▶ _TRY IT_
Each record should be returned exactly as it is written.

▶ _DATASET EXTRACT_
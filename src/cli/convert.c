/* SPDX-License-Identifier: GPL-3.0-or-later */
#include "cli/convert.h"

#include "base/error.h"
#include "base/file.h"
#include "job/job_edit.h"
#include "job/job_write.h"

#include <string.h>

bool read_style(const struct invocation *invocation, struct sheet_style *style)
{
    const char *separator = option_value(invocation, "separator");
    const char *decimal = option_value(invocation, "decimal");
    *style = (struct sheet_style){0};
    if (separator != NULL) {
        style->separator = strcmp(separator, "comma") == 0       ? ','
                           : strcmp(separator, "semicolon") == 0 ? ';'
                           : strcmp(separator, "tab") == 0       ? '\t'
                                                                 : '\0';
        if (style->separator == '\0') {
            complain_usage(invocation->command, "--separator: found %s; needs comma, semicolon "
                           "or tab",
                           separator);
            return false;
        }
    }
    if (decimal != NULL) {
        style->decimal = strcmp(decimal, "point") == 0   ? '.'
                         : strcmp(decimal, "comma") == 0 ? ','
                                                         : '\0';
        if (style->decimal == '\0') {
            complain_usage(invocation->command, "--decimal: found %s; needs point or comma",
                           decimal);
            return false;
        }
    }
    return true;
}

static enum rf_status put_line(void *context, const struct rf_job *job, struct rf_error *error)
{
    struct text line = {0};
    (void)context;
    enum rf_status status = job_write_line(job, &line, error);
    text_add(&line, "\n");
    if (status == RF_OK)
        status = put(&line, error);
    text_finish(&line);
    return status;
}

static enum rf_status write_job(const struct rf_job *job, bool as_sheet,
                                const struct sheet_style *asked, struct text *out,
                                struct rf_error *error)
{
    struct sheet_style style = *asked;
    if (style.separator == '\0') /* a comma would want every decimal comma in quotes */
        style.separator = style.decimal == ',' ? ';' : ',';
    if (style.decimal == '\0')
        style.decimal = '.';
    return as_sheet ? sheet_write(job->document, &style, NULL, 0, out, error)
                    : job_write(job, out, error);
}

static enum rf_status convert_one(const struct invocation *invocation, const char *to,
                                  const struct sheet_style *style, struct rf_error *error)
{
    const char *path = invocation->operands[0];
    const char *output = option_value(invocation, "output");
    struct text bytes = {0}, out = {0};
    struct rf_job *job = NULL;
    struct file_hold *hold = NULL;
    enum rf_status status = file_read(path, JOB_MAX_BYTES, &bytes, error);
    if (status == RF_OK)
        status = job_read_bytes(&bytes, strcmp(path, "-") == 0 ? "standard input" : path, 0, &job,
                                error);
    bool as_sheet = to != NULL ? strcmp(to, "sheet") == 0 : !job_bytes_are_sheet(&bytes);
    if (status == RF_OK)
        status = write_job(job, as_sheet, style, &out, error);
    if (status == RF_OK)
        status = output != NULL ? file_create(output, &out, &hold, error) : put(&out, error);
    file_release(hold);
    rf_job_destroy(job);
    text_finish(&bytes);
    text_finish(&out);
    return status;
}

static enum rf_class run(const struct invocation *invocation)
{
    struct rf_error error;
    struct sheet_style style;
    const struct command *command = invocation->command;
    const char *to = option_value(invocation, "to");
    if (!read_style(invocation, &style))
        return RF_CLASS_INPUT;
    if (to != NULL && strcmp(to, "sheet") != 0 && strcmp(to, "json") != 0 &&
        strcmp(to, "ndjson") != 0)
        return complain_usage(command, "--to: found %s; needs sheet, json or ndjson", to);
    if (option_value(invocation, "long") != NULL) {
        if ((to != NULL && strcmp(to, "ndjson") != 0) || invocation->n_operands > 1)
            return complain_usage(command, "--long reads one table and gives ndjson");
        return convert_long(invocation, &style);
    }
    if (option_value(invocation, "columns") != NULL || option_value(invocation, "rejects") != NULL)
        return complain_usage(command, "--columns and --rejects go with --long");
    if (to != NULL && strcmp(to, "ndjson") == 0) {
        if (option_value(invocation, "output") != NULL)
            return complain_usage(command, "ndjson goes to standard output");
        return each_job(invocation, put_line, NULL);
    }
    if (invocation->n_operands > 1)
        return complain_usage(command, "needs one job; --to ndjson takes several");
    return convert_one(invocation, to, &style, &error) == RF_OK ? RF_CLASS_DONE
                                                                 : complain_of(&error);
}

const struct command command_convert = {
    .name = "convert",
    .summary = "turn a job from JSON into a sheet or back, or a long table into jobs",
    .operands = "JOB…",
    .about =
        "A JSON file becomes a sheet and a sheet a JSON file, with nothing lost: keys of your own, "
        "repeats, what was found, opened and checked. --to ndjson gives one job a line.\n\n"
        "--long reads a table of one reading a row with columns job, setup, place and value, and "
        "where there are any seq, label, kind, metres, from, date, note, live_mm2, cpc_mm2, "
        "temperature_c, length_accuracy and found, and gives one job a line. The rows of a job "
        "stand together, its points in ring order or numbered by seq. A job with a bad row is not "
        "made: each bad row is named on standard error, and all rows of the job go to the file "
        "of --rejects, under the same columns, to be put right and read again.",
    .n_options = 7,
    .options =
        {{"to", "FORMAT", "sheet, json or ndjson (usual: the other of sheet and json)"},
         {"separator", "NAME", "comma, semicolon or tab: of the sheet written, of the table read"},
         {"decimal", "NAME", "point or comma: of the sheet written, of the table read"},
         {"output", "FILE", "write to FILE, which must be new, and not to standard output"},
         {"long", NULL, "read a table of one reading a row"},
         {"columns", "LIST", "what columns are called in the table: job=Ref,value=Ohms"},
         {"rejects", "FILE", "keep rows of jobs that are not made in FILE, which must be new"}},
    .least = 1,
    .most = SEVERAL,
    .needs = "a job file, or - for standard input",
    .run = run,
};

▶ _RESULT_
filename src/cli/convert.c
/* SPDX-License-Identifier: GPL-3.0-or-later */
#include "cli/convert.h"

#include "base/error.h"
#include "base/file.h"
#include "job/job_edit.h"
#include "job/job_write.h"

#include <string.h>

bool read_style(const struct invocation *invocation, struct sheet_style *style)
{
    const char *separator = option_value(invocation, "separator");
    const char *decimal = option_value(invocation, "decimal");
    *style = (struct sheet_style){0};
    if (separator != NULL) {
        style->separator = strcmp(separator, "comma") == 0       ? ','
                           : strcmp(separator, "semicolon") == 0 ? ';'
                           : strcmp(separator, "tab") == 0       ? '\t'
                                                                 : '\0';
        if (style->separator == '\0') {
            complain_usage(invocation->command, "--separator: found %s; needs comma, semicolon "
                           "or tab",
                           separator);
            return false;
        }
    }
    if (decimal != NULL) {
        style->decimal = strcmp(decimal, "point") == 0   ? '.'
                         : strcmp(decimal, "comma") == 0 ? ','
                                                         : '\0';
        if (style->decimal == '\0') {
            complain_usage(invocation->command, "--decimal: found %s; needs point or comma",
                           decimal);
            return false;
        }
    }
    return true;
}

static enum rf_status put_line(void *context, const struct rf_job *job, struct rf_error *error)
{
    struct text line = {0};
    (void)context;
    enum rf_status status = job_write_line(job, &line, error);
    text_add(&line, "\n");
    if (status == RF_OK)
        status = put(&line, error);
    text_finish(&line);
    return status;
}

static enum rf_status write_job(const struct rf_job *job, bool as_sheet,
                                const struct sheet_style *asked, struct text *out,
                                struct rf_error *error)
{
    struct sheet_style style = *asked;
    if (style.separator == '\0') /* a comma would want every decimal comma in quotes */
        style.separator = style.decimal == ',' ? ';' : ',';
    if (style.decimal == '\0')
        style.decimal = '.';
    return as_sheet ? sheet_write(job->document, &style, NULL, 0, out, error)
                    : job_write(job, out, error);
}

static enum rf_status convert_one(const struct invocation *invocation, const char *to,
                                  const struct sheet_style *style, struct rf_error *error)
{
    const char *path = invocation->operands[0];
    const char *output = option_value(invocation, "output");
    struct text bytes = {0}, out = {0};
    struct rf_job *job = NULL;
    struct file_hold *hold = NULL;
    enum rf_status status = file_read(path, JOB_MAX_BYTES, &bytes, error);
    if (status == RF_OK)
        status = job_read_bytes(&bytes, strcmp(path, "-") == 0 ? "standard input" : path, 0, &job,
                                error);
    bool as_sheet = to != NULL ? strcmp(to, "sheet") == 0 : !job_bytes_are_sheet(&bytes);
    if (status == RF_OK)
        status = write_job(job, as_sheet, style, &out, error);
    if (status == RF_OK)
        status = output != NULL ? file_create(output, &out, &hold, error) : put(&out, error);
    file_release(hold);
    rf_job_destroy(job);
    text_finish(&bytes);
    text_finish(&out);
    return status;
}

static enum rf_class run(const struct invocation *invocation)
{
    struct rf_error error;
    struct sheet_style style;
    const struct command *command = invocation->command;
    const char *to = option_value(invocation, "to");
    if (!read_style(invocation, &style))
        return RF_CLASS_INPUT;
    if (to != NULL && strcmp(to, "sheet") != 0 && strcmp(to, "json") != 0 &&
        strcmp(to, "ndjson") != 0)
        return complain_usage(command, "--to: found %s; needs sheet, json or ndjson", to);
    if (option_value(invocation, "long") != NULL) {
        if ((to != NULL && strcmp(to, "ndjson") != 0) || invocation->n_operands > 1)
            return complain_usage(command, "--long reads one table and gives ndjson");
        return convert_long(invocation, &style);
    }
    if (option_value(invocation, "columns") != NULL || option_value(invocation, "rejects") != NULL)
        return complain_usage(command, "--columns and --rejects go with --long");
    if (to != NULL && strcmp(to, "ndjson") == 0) {
        if (option_value(invocation, "output") != NULL)
            return complain_usage(command, "ndjson goes to standard output");
        return each_job(invocation, put_line, NULL);
    }
    if (invocation->n_operands > 1)
        return complain_usage(command, "needs one job; --to ndjson takes several");
    return convert_one(invocation, to, &style, &error) == RF_OK ? RF_CLASS_DONE
                                                                 : complain_of(&error);
}

const struct command command_convert = {
    .name = "convert",
    .summary = "turn a job from JSON into a sheet or back, or a long table into jobs",
    .operands = "JOB…",
    .about =
        "A JSON file becomes a sheet and a sheet a JSON file, with nothing lost: keys of your own, "
        "repeats, what was found, opened and checked. --to ndjson gives one job a line.\n\n"
        "--long reads a table of one reading a row with columns job, setup, place and value, and "
        "where there are any seq, label, kind, metres, from, date, note, live_mm2, cpc_mm2, "
        "temperature_c, length_accuracy and found, and gives one job a line. The rows of a job "
        "stand together, its points in ring order or numbered by seq. A job with a bad row is not "
        "made: each bad row is named on standard error, and all rows of the job go to the file "
        "of --rejects, under the same columns, to be put right and read again.",
    .n_options = 7,
    .options =
        {{"to", "FORMAT", "sheet, json or ndjson (usual: the other of sheet and json)"},
         {"separator", "NAME", "comma, semicolon or tab: of the sheet written, of the table read"},
         {"decimal", "NAME", "point or comma: of the sheet written, of the table read"},
         {"output", "FILE", "write to FILE, which must be new, and not to standard output"},
         {"long", NULL, "read a table of one reading a row"},
         {"columns", "LIST", "what columns are called in the table: job=Ref,value=Ohms"},
         {"rejects", "FILE", "keep rows of jobs that are not made in FILE, which must be new"}},
    .least = 1,
    .most = SEVERAL,
    .needs = "a job file, or - for standard input",
    .run = run,
};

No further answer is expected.